How to Hook Up lmdb with Caffe using Python!
Long story short, here’s how I figured out how to interact with lmdb using Python.
First, a bit of setup:
import caffe
import lmdb
import numpy as np
import matplotlib.pyplot as plt
from caffe.proto import caffe_pb2
from caffe.io import datum_to_array, array_to_datum
You’ve probably noticed two unfamiliar packages caffe.proto
and caffe.io
.
The caffe.proto
package defined a lot of things, but here we are only using the data structure Datum
, you can think of it as an intermediate form between our images and labels and lmdb entries.
The caffe.io
package has this two helper functions datum = datum_to_array(X, y)
and X = array_to_datum(datum)
, which could save us some time defining the structure of our Datum
object. Note that y
is not returned by array_to_datum
, you can simply call datum.label
to get it.
Function to write to lmdb:
def write_images_to_lmdb(img_dir, db_name):
for root, dirs, files in os.walk(img_dir, topdown = False):
if root != img_dir:
continue
map_size = 64*64*3*2*len(files)
env = lmdb.Environment(db_name, map_size=map_size)
txn = env.begin(write=True,buffers=True)
for idx, name in enumerate(files):
X = mp.imread(os.path.join(root, name))
y = 1
datum = array_to_datum(X,y)
str_id = '{:08}'.format(idx)
txn.put(str_id.encode('ascii'), datum.SerializeToString())
txn.commit()
env.close()
print " ".join(["Writing to", db_name, "done!"])
This function takes a folder path img_dir
as input and push all the images in the folder into a lmdb database specified by db_name
.
map_size
is the capacity of the database. In my case I have total of len(files)

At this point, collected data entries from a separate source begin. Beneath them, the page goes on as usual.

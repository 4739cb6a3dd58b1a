"""The shots list the view draws itself (shotplan/view/shotlist.py): rows
under the pointer, the wheel, the scroll kept when the rows change, the row
in use scrolled into sight, only new text rendered, and in the view a click
on a scrolled list choosing the shot under the pointer. Headless
(conftest.py). Row positions are worked by hand from the list's fixed row
height."""

from __future__ import annotations

import pygame
import pygame_gui
import pytest
from hypothesis import HealthCheck, given, settings
from hypothesis import strategies as st
from pygame_gui.elements import UIPanel, UIWindow
from test_view import DEMO, click, click_widget, make_app, pump

from shotplan.layout import load_layout
from shotplan.view.app import theme_resource
from shotplan.view.shotlist import HEADING_H, ROW_H, WHEEL_ROWS, ShotList

pytestmark = pytest.mark.usefixtures("display")  # conftest.py

HEAD = " # shot    ball"


def rows(n: int, tag: str = "") -> list[str]:
    return [f"{k:>2} direct  {tag}{k}" for k in range(1, n + 1)]


@pytest.fixture
def lst():
    """A list 8 rows high and a half (heading, border) at (20, 30) of a panel at (5, 5)."""
    m = pygame_gui.UIManager((800, 600), theme_resource())
    panel = UIPanel(pygame.Rect(5, 5, 400, 500), manager=m)
    h = HEADING_H + 2 + 8 * ROW_H + ROW_H // 2
    out = ShotList(pygame.Rect(20, 30, 300, h), m, panel)
    out.manager_ = m
    return out


def wheel(lst, y):
    """A turn of the wheel, through the manager as the view hands it on."""
    lst.manager_.process_events(pygame.event.Event(pygame.MOUSEWHEEL, x=0, y=y, flipped=False,
                                                   precise_x=0.0, precise_y=float(y)))


def press(lst, pos):
    """A left press at ``pos``, through the manager; the row it chose, if any."""
    lst.manager_.process_events(pygame.event.Event(pygame.MOUSEBUTTONDOWN, pos=pos, button=1))
    return lst.take_click()


def hover(lst, pos):
    """The pointer at ``pos``, as the manager sees it after a frame."""
    pygame.mouse.set_pos(pos)
    lst.manager_.update(0.01)
    lst.refresh()


def test_rows_at_hand_worked_places(lst):
    lst.set_rows(HEAD, rows(5))
    lst.refresh()
    assert lst.scroll_bar is None  # 5 rows fit in 8.5
    origin = lst.element.get_abs_rect().topleft
    top = origin[1] + HEADING_H + 1  # the heading, then the border
    x = origin[0] + 50
    assert lst.row_at((x, top)) == 0
    assert lst.row_at((x, top + ROW_H - 1)) == 0
    assert lst.row_at((x, top + ROW_H)) == 1
    assert lst.row_at((x, top + 4 * ROW_H + 3)) == 4
    assert lst.row_at((x, top + 5 * ROW_H + 3)) is None  # below the last row
    assert lst.row_at((x, top - 2)) is None  # the heading
    assert lst.row_rect(2) == pygame.Rect(origin[0] + 1, top + 2 * ROW_H, 298, ROW_H)


def test_the_wheel_scrolls_and_a_change_of_rows_keeps_the_place(lst):
    lst.set_rows(HEAD, rows(30))
    lst.refresh()
    assert lst.scroll_bar is not None and lst.offset == 0
    box = lst.row_rect(0)
    hover(lst, (box.x + 40, box.centery))
    assert lst.hover == 0
    wheel(lst, -1)  # one notch down
    lst.refresh()
    assert lst.offset == WHEEL_ROWS * ROW_H
    # The row under the pointer is now the third.
    hover(lst, (box.x + 40, box.centery))
    assert lst.hover == WHEEL_ROWS
    # Rows found above: the list stays where it was, in pixels.
    lst.set_rows(HEAD, rows(31, "x"))
    lst.refresh()
    assert lst.offset == WHEEL_ROWS * ROW_H
    # Far up: stops at the top; far down: at the last row.
    wheel(lst, 50)
    lst.refresh()
    assert lst.offset == 0
    wheel(lst, -50)
    lst.refresh()
    assert lst.offset == 31 * ROW_H - lst.rows_rect.height
    assert lst.row_rect(30).bottom == lst.element.get_abs_rect().y + lst.rows_rect.bottom
    assert not lst.scrolling
    # Few rows again: no scroll bar, back at the top.
    lst.set_rows(HEAD, rows(3))
    lst.refresh()
    assert lst.scroll_bar is None and lst.offset == 0


def test_the_row_in_use_is_scrolled_into_sight_and_highlighted(lst):
    lst.set_rows(HEAD, rows(30))
    lst.set_chosen(20)
    lst.refresh()
    # Row 20 ends at 21 rows; the rows' box is 8.5 rows high.
    assert lst.offset == 21 * ROW_H - lst.rows_rect.height
    r = lst.row_rect(20)
    assert r is not None and r.height == ROW_H
    origin = lst.element.get_abs_rect().topleft
    # A pixel of the row right of its text: the highlight's colour.
    px = lst.element.image.get_at((r.right - 4 - origin[0], r.centery - origin[1]))
    assert px == lst.colours["selected_bg"]
    other = lst.row_rect(18)
    px = lst.element.image.get_at((other.right - 4 - origin[0], other.centery - origin[1]))
    assert px == lst.colours["dark_bg"]
    # Back to the first: scrolled up to it.
    lst.set_chosen(0)
    lst.refresh()
    assert lst.offset == 0
    # Text is drawn: the first row has pixels of neither background.
    r = lst.row_rect(1)
    area = lst.element.image.subsurface(r.move(-origin[0], -origin[1]))
    colours = {tuple(area.get_at((x, y))) for x in range(area.get_width()) for y in range(ROW_H)}
    assert len(colours - {tuple(lst.colours["dark_bg"])}) >= 3


def test_a_refresh_renders_only_text_not_seen_before(lst):
    lst.set_rows(HEAD, rows(6))
    lst.refresh()
    before = lst.renders
    # A shot found above the others: every row below is numbered again, but
    # their text is known, and so are the numbers 1 to 6; new are the row's
    # rest and the number 7.
    texts = [r[3:] for r in rows(6)]
    new = [f"{k + 1:>2} {t}" for k, t in enumerate(["bank F  9"] + texts)]
    lst.set_rows(HEAD, new)
    lst.refresh()
    assert lst.renders - before == 2
    # The same rows again: nothing drawn, nothing rendered.
    draws, before = lst.draws, lst.renders
    lst.set_rows(HEAD, list(new))
    lst.refresh()
    assert (lst.draws, lst.renders) == (draws, before)


def test_a_window_over_the_list_has_the_click(lst):
    lst.set_rows(HEAD, rows(5))
    r = lst.row_rect(1)
    assert press(lst, r.center) == 1
    # No frame between the pointer's arrival and the press: still the row
    # under it (a quick tap).
    assert press(lst, lst.row_rect(3).center) == 3
    UIWindow(pygame.Rect(r.x - 10, r.y - 10, 200, 120), lst.manager_)
    hover(lst, r.center)
    assert press(lst, r.center) is None
    assert lst.hover is None


def test_the_scroll_bar_track_pages_and_its_arrows_step_a_row(lst):
    lst.set_rows(HEAD, rows(40))
    lst.refresh()
    bar = lst.scroll_bar
    page = lst.rows_rect.height // ROW_H - 1  # 8.5 rows in sight: 7 a page
    assert page == 7
    thumb = bar.sliding_button.rect
    below = (thumb.centerx, thumb.bottom + 20)
    assert press(lst, below) is None  # the track: no row chosen
    lst.refresh()
    assert lst.offset == page * ROW_H
    thumb = bar.sliding_button.rect
    press(lst, (thumb.centerx, thumb.top - 3))  # above the thumb: back up
    lst.refresh()
    assert lst.offset == 0
    # An arrow's quick click: one row.
    assert lst.arrow(bar.bottom_button) and not lst.arrow(object())
    lst.refresh()
    assert lst.offset == ROW_H


def test_in_the_view_a_click_on_a_scrolled_list_chooses_the_shot_under_it(tmp_path):
    app = make_app(tmp_path, load_layout(DEMO), DEMO)
    app.settle()
    pump(app, 2)
    st, shots = app.state, app.panels.shots
    assert len(st.proposals) > WHEEL_ROWS + 1 and shots.scroll_bar is not None
    first = shots.row_rect(0)
    pygame.mouse.set_pos(first.center)
    app.update(0.02)  # the manager sees the pointer over the list
    app.process_event(pygame.event.Event(pygame.MOUSEWHEEL, x=0, y=-1, flipped=False,
                                         precise_x=0.0, precise_y=-1.0))
    app.update(0.02)
    assert shots.offset == WHEEL_ROWS * ROW_H
    click(app, first.center)
    pump(app, 2)
    assert st.chosen == WHEEL_ROWS
    assert st.aim.ball == st.proposals[WHEEL_ROWS].balls[0]
    assert st.settings.speed_mps == st.proposals[WHEEL_ROWS].speed_mps
    # The wheel over the table does not move the list.
    pygame.mouse.set_pos(app.transform.to_screen(1.0, 0.6))
    app.update(0.02)
    app.process_event(pygame.event.Event(pygame.MOUSEWHEEL, x=0, y=-1, flipped=False,
                                         precise_x=0.0, precise_y=-1.0))
    app.update(0.02)
    assert shots.offset == WHEEL_ROWS * ROW_H
    # A quick tap, no frame between the pointer's arrival and the press.
    r = shots.row_rect(WHEEL_ROWS + 1)
    pygame.mouse.set_pos(r.center)
    app.process_event(pygame.event.Event(pygame.MOUSEBUTTONDOWN, pos=r.center, button=1))
    app.process_event(pygame.event.Event(pygame.MOUSEBUTTONUP, pos=r.center, button=1))
    app.update(0.02)
    assert st.chosen == WHEEL_ROWS + 1
    # A quick click on the scroll bar's down arrow moves the list a row.
    click_widget(app, shots.scroll_bar.bottom_button)
    assert shots.offset == (WHEEL_ROWS + 1) * ROW_H


@settings(max_examples=60, deadline=None, suppress_health_check=[HealthCheck.function_scoped_fixture])
@given(st.lists(st.one_of(
    st.tuples(st.just("rows"), st.integers(0, 60)),
    st.tuples(st.just("wheel"), st.integers(-6, 6)),
    st.tuples(st.just("choose"), st.integers(-1, 60)),
    st.tuples(st.just("bar"), st.floats(0.0, 1.0))), min_size=1, max_size=12))
def test_any_sequence_keeps_the_list_consistent(lst, steps):
    """Whatever is done to it, the list scrolls within its rows, each row in
    sight is found where it is drawn, and a shot newly chosen is in sight
    (the user may then scroll it away: the view sets the choice every frame)."""
    lst.set_rows(HEAD, [])
    lst.set_chosen(None)
    lst.refresh()
    box = lst.rows_rect
    x = lst.element.get_abs_rect().x + box.x + 30
    for kind, value in steps:
        before = lst.chosen
        if kind == "rows":
            lst.set_rows(HEAD, rows(value))
        elif kind == "wheel":
            hover(lst, (x, lst.element.get_abs_rect().y + box.centery))
            wheel(lst, value)
        elif kind == "choose":
            lst.set_chosen(None if value < 0 else value)
        elif lst.scroll_bar is not None:
            lst.scroll_bar.set_scroll_from_start_percentage(value)
        lst.refresh()
        n = len(lst.rows)
        assert 0 <= lst.offset <= max(0, n * ROW_H - box.height)
        assert (lst.scroll_bar is not None) == (n * ROW_H > box.height)
        seen = [k for k in range(n) if lst.row_rect(k) is not None]
        assert seen == list(range(seen[0], seen[-1] + 1)) if seen else n == 0
        for k in seen:
            r = lst.row_rect(k)
            assert lst.row_at((x, r.centery)) == k
        if kind == "choose" and lst.chosen is not None and lst.chosen != before:
            r = lst.row_rect(lst.chosen)
            assert r is not None and r.height == ROW_H  # wholly in sight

image patches of size 64*64*3
, and I used a factor of 2 just in case.
I’ve also set y=1
for all images because currently I don’t have labels yet. You will need to make changes according to your situation.

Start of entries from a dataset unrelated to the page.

@pytest.mark.parametrize("turn_deg, speed, height, judged", [
    (0.0, 2.0, "stun", "pocketed"), (0.0, 2.5, -0.3, "pocketed"), (0.0, 2.5, 0.3, "scratch"),
    (8.0, 2.0, 0.0, "missed"), (180.0, 1.0, 0.0, "missed")])
def test_pot_player_judges_as_the_plain_simulator_does(shot, turn_deg, speed, height, judged):
    # The judge, checked through the public simulate() on the same stroke:
    # pocketed when the 1 falls in foot-right with the cue ball up (the cue
    # ball meets the 1 first); its finish is where simulate() leaves the cue
    # ball. Common practice, no source: on a straight-in, stun and draw
    # leave the cue ball up, follow sends it after the 1 into the pocket;
    # turned 8 degrees off the line the 1 misses; turned round, the cue ball
    # never meets it.
    lay, _ghost = shot
    player = PotPlayer(lay, "1", "foot-right")
    d = math.degrees(math.atan2(LINE[1], LINE[0])) + turn_deg
    h = tip_height("stun", speed, 0.5, lay.physics()) if height == "stun" else height
    result, fin = player.play(d, speed, 0.0, h)
    out = simulate(lay, Stroke(d, speed, 0.0, h))
    falls = out.pocketed()
    expected = ("scratch" if "cue" in falls and falls.get("1") == "foot-right"
                else "missed" if "cue" in falls
                else "pocketed" if falls.get("1") == "foot-right" and out.first_contact() == "1"
                else "missed")
    assert result == expected
    assert result == judged
    if "cue" not in falls:
        cue = out.final["cue"]
        # the same engine on the same stroke: the same numbers, to rounding
        assert fin == pytest.approx((cue["x"], cue["y"]), abs=1e-9)
    else:
        assert fin is None
    assert player.runs == 1


def test_pot_player_does_not_play_a_miscue_and_refuses_bad_names(shot):
    lay, _ghost = shot
    player = PotPlayer(lay, "1", "foot-right")
    limit = player.limit
    # A tip beyond the miscue limit is a miscue: not played, no engine run.
    assert player.play(0.0, 2.0, limit * 0.8, limit * 0.8) == ("miscue", None)
    assert player.runs == 0
    with pytest.raises(InputError, match="not an object ball"):
        PotPlayer(lay, "cue", "foot-right")
    with pytest.raises(InputError, match="not an object ball"):
        PotPlayer(lay, "7", "foot-right")
    with pytest.raises(InputError, match="foot-centre"):
        PotPlayer(lay, "1", "foot-centre")


def test_a_bigger_zone_is_never_less_forgiving(shot):
    lay, ghost = shot
    grid = {"speeds": [2.0, 2.5, 3.0], "heights": ["stun", -0.3], "sides": [0.0]}
    small = position_map(lay, "1", "foot-right", zone=Zone.circle_at(*ghost, 0.06), **grid)
    big = position_map(lay, "1", "foot-right", zone=Zone.circle_at(*ghost, 0.20), **grid)
    by_big = {(z.finish.speed_mps, z.finish.height): z.level for z in big.ranked}
    assert len(big.ranked) >= len(small.ranked) > 0
    for z in small.ranked:
        assert by_big[(z.finish.speed_mps, z.finish.height)] >= z.level
    assert max(by_big.values()) > max(z.level for z in small.ranked)


# ---------------------------------------------------------------- words
@pytest.mark.parametrize("side, height, words", [
    (0.0, -0.5, "one tip of draw, no side"),
    (0.0, 0.25, "half a tip of follow, no side"),
    (0.0, 0.02, "centre ball, no side"),
    (0.125, -0.375, "three quarters of a tip of draw, a quarter tip of right english"),
    (-0.25, 0.0, "centre ball, half a tip of left english"),
    (0.0, 0.75, "one and a half tips of follow, no side"),
])
def test_tip_words(side, height, words):
    # One tip is half the ball's radius (our own reading, stated in the module).
    assert tip_words(side, height) == words


def test_setting_words_read_like_a_player():
    # The issue's own example wording.
    assert setting_words(2.0, 0.0, -0.5) == "medium speed (2.0 m/s), one tip of draw, no side"
    assert setting_words(3.0, 0.0, -0.2, "stun").startswith("fast speed (3.0 m/s), stun (")


# ------------------------------------------------------------ picture, CLI
def test_position_scene_marks_each_pocketed_finish(shot):
    lay, ghost = shot
    pm = position_map(lay, "1", "foot-right", speeds=[1.0, 2.0], heights=[0.0, 0.4],
                      sides=[0.0], zone=Zone.circle_at(*ghost, 0.3))
    scene = position_scene(pm)
    assert scene.bounds[1] < -0.2  # the legend strip under the table
    marks = [s for s in scene.shapes if type(s).__name__ == "CircleShape" and s.layer == 91]
    assert len(marks) == pm.count("pocketed")


def run(capsys, *argv):
    code = main(list(argv))
    out, err = capsys.readouterr()
    return code, out, err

Function to read from lmdb:
def read_images_from_lmdb(db_name, visualize):
env = lmdb.open(db_name)
txn = env.begin()
cursor = txn.cursor()
X = []
y = []
idxs = []
for idx, (key, value) in enumerate(cursor):
datum = caffe_pb2.Datum()
datum.ParseFromString(value)
X.append(np.array(datum_to_array(datum)))
y.append(datum.label)
idxs.append(idx)
if visualize:
print "Visualizing a few images..."
for i in range(9):
img = X[i]
plt.subplot(3,3,i+1)
plt.imshow(img)
plt.title(y[i])
plt.axis('off')
plt.show()
print " ".join(["Reading from", db_name, "done!"])
return X, y, idxs
Here we iterate over all entries in the database, and visualize a few images if necessary. It is a good way to check if the images are processed correctly.